If you think your job is bad, imagine being a political fact checker for the next four months. I’d rather clean the colonoscopy procedure room at the local outpatient clinic.
I’m not sure if the 4th of July is a praying holiday, but you might throw one up for the heck of it. Maybe something like “please, Baby Jesus, provide our country with a sane, cognitive alert candidate for President.” Can’t hurt.
Maybe throw in a couple of repentant promises like, “if you give us a sane, cognitive candidate for President, we promise not to bomb anyone for six months.” Gotta give a little to get a little, in my opinion. Maybe we could give the Indians back some land or something to lift this curse that has obviously fallen upon us. Some good stuff, not Oklahoma red dirt. Maybe Utah or Wyoming or some beach areas in the Carolinas.
I’m a problem solver, don’t hate on me, I’m trying to solve this thing while you’re making jokes.

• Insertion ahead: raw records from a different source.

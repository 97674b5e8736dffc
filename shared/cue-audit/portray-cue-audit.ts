import type { Finding } from '../findings/finding.ts';
import { formatProbability } from '../findings/format-probability.ts';
import type { CableNames, Method } from '../methods/method.ts';
import type { CueAuditResult, CueLine } from './cue-audit-result.ts';
import type { CueTrial } from './cue-trials.ts';
import { capital, cueName, foundWords, sidesOf } from './cue-words.ts';
import { type Cue, cuesOf } from './cues.ts';
import { sidedValues } from './effect.ts';
import { labelOf } from './labels.ts';
import type { CuePicture, PortrayedCueAudit } from './portrayed-cue-audit.ts';

function summaryOf({ lines, trials, couldFind }: CueAuditResult): string {
  const found = lines.filter(({ isFound }) => isFound).length;
  const asked = `${lines.length} questions over ${trials} ${trials === 1 ? 'trial' : 'trials'}`;
  if (lines.length === 0) return 'Nothing was presented, so there is nothing to audit.';
  if (!couldFind) return `So few trials (${trials}) could show no trace of anything, whatever there was.`;
  if (found === 0) return `No trace of anything but the sound: ${asked}.`;
  return `A trace of something beside the sound: ${found} of ${asked}. It is a caution; it changes no figure.`;
}

function coursePicture(line: CueLine, method: Method, trials: readonly CueTrial[]): CuePicture {
  const drawn = { label: 'Drawn', marks: trials.map(({ truth }) => labelOf(method, truth)) };
  if (line.question === 'truth') return { kind: 'courses', rows: [drawn] };
  const listeners = [...new Set(trials.flatMap(({ answers }) => answers.map(({ listener }) => listener)))].sort();
  const rows = listeners
    .filter((listener) => line.listener === null || line.listener === listener)
    .map((listener) => ({
      label: listener,
      marks: trials.map(({ answers }) => answers.find((answer) => answer.listener === listener)?.choice ?? '–'),
    }));
  return { kind: 'courses', rows: [drawn, ...rows] };
}

function pictureOf(
  line: CueLine,
  cues: readonly Cue[],
  method: Method,
  cables: CableNames,
  trials: readonly CueTrial[],
): CuePicture | null {
  const cue = cues.find(({ id }) => id === line.cue);
  if (cue === undefined) return coursePicture(line, method, trials);
  const contrast = cue.contrasts.find(({ name, label }) => name === line.contrast && label === line.label);
  if (contrast === undefined) return null;
  const values = sidedValues(cue, contrast, line.question, trials);
  const [above, below] = sidesOf(line, method, cables);
  const of = (side: 1 | -1) =>
    values.filter((one) => one.side === side).map(({ value }) => (cue.isTime ? value / 1000 : value));
  return {
    kind: 'values',
    quantity: cue.isTime ? `${capital(cueName(cue.id, method))}, in seconds` : capital(cueName(cue.id, method)),
    sides: [
      { label: capital(above), values: of(1) },
      { label: capital(below), values: of(-1) },
    ],
  };
}

function rowWords(name: string, own: readonly CueLine[], audit: CueAuditResult): string {
  const found = own.filter(({ isFound }) => isFound).map(({ question }) => question);
  if (!audit.couldFind) return 'Too few trials to tell.';
  if (found.length === 2) return `A trace that ${name} told what was drawn, and that answers went with it.`;
  if (found[0] === 'truth') return `A trace that ${name} told what was drawn.`;
  if (found[0] === 'answers') return `A trace that answers went with ${name}.`;
  const asked = own.map(({ question }) =>
    question === 'truth' ? `${name} told what was drawn` : `answers went with ${own.length === 2 ? 'it' : name}`,
  );
  return `No trace that ${asked.join(', or that ')}.`;
}

/** What a report shows of a cue audit: what was found in words and pictures, then every cue with both its p. */
export function portrayCueAudit(
  audit: CueAuditResult,
  method: Method,
  cables: CableNames,
  trials: readonly CueTrial[],
): PortrayedCueAudit {
  const cues = cuesOf(method, trials);
  const ids = [...new Set(audit.lines.map(({ cue }) => cue))];
  return {
    summary: summaryOf(audit),
    isFound: audit.lines.some(({ isFound }) => isFound),
    found: audit.lines
      .filter(({ isFound }) => isFound)
      .map((line) => ({
        words: `${foundWords(line, method, cables)} Adjusted p ${formatProbability(Number(line.adjusted))}.`,
        picture: pictureOf(line, cues, method, cables, trials),
      })),
    rows: ids.map((id) => {
      const own = audit.lines.filter(({ cue }) => cue === id);
      const pOf = (question: CueLine['question']) => {
        const line = own.find((one) => one.question === question);
        return line === undefined ? null : formatProbability(Number(line.adjusted));
      };
      const name = cueName(id, method);
      return {
        cue: capital(name),
        tells: pOf('truth'),
        followed: pOf('answers'),
        words: rowWords(name, own, audit),
        isFound: own.some(({ isFound }) => isFound),
      };
    }),
  };
}

/** The finding with a caution for each cue that told something; no figure of it changes. */
export function withCueCautions(finding: Finding, audit: CueAuditResult, method: Method, cables: CableNames): Finding {
  if (finding.row === '0') return finding;
  const cautions = audit.lines
    .filter(({ isFound }) => isFound)
    .map((line) => `Caution, from the cue audit: ${foundWords(line, method, cables)} It changes no figure.`);
  return { ...finding, modifiers: [...finding.modifiers, ...cautions] };
}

Listen, we have some actors that have played pretty decent presidents in the movies that are still alive and seem relatively sane. Maybe we could just suspend the current election and put one of these guys/gals in and see what happens.
1-Daniel Day Lewis played Abraham Lincoln pretty well. I don’t think he is a citizen but let’s not be picky. If he can manage the Honest Abe routine for four years, I’m willing to overlook a few details. He’s 67 years old, a baby in presidential years.
2-Julia Louis-Dreyfuss was relatively solid vice-president by current standards in Veep. This seems like a suitable time to break the glass ceiling or glass fire alarm for that matter. Let’s give her a shot.
3-Michael Douglass is still alive. He killed it as Andrew Shepherd in The American President. I mean, he got the girl, and she wasn’t a porn star, that’s a step up, right? She was a lobbyist, but at least she wasn’t a Chinese spy. Anyway, I’m not sure if he’s good with Russia and China and such, but he looks good in a suit and danced pretty well. Mike is 79 though, better check his reflexes first.
4-I think Jamie Foxx had a stroke, but that’s old hat for the White House staff. He was pretty decent in White House Down and we could save money on security, because I assume Channing Tatum comes with him as a package deal and can handle most of the security. Jamie is a baby in president years. Just 56 years old. He could serve a couple or three terms if it takes longer to fix this than we anticipate.
5-Kevin Spacey was pretty solid as Francis Underwood in House of Cards. I know Kevin is creepy now, but the White House staff is full versed in dealing with creepy from both sides of the aisle. Kevin is out of work and would jump at this thing. Just keep him away from the male interns and we should be ok for a couple of years.
Complain all you want, but I’m offering up solutions as part of my patriotic duty this 4th of July while you’re shooting fireworks and drinking beer. Probably time you look yourself in the mirror and ask what you could be doing to solve this.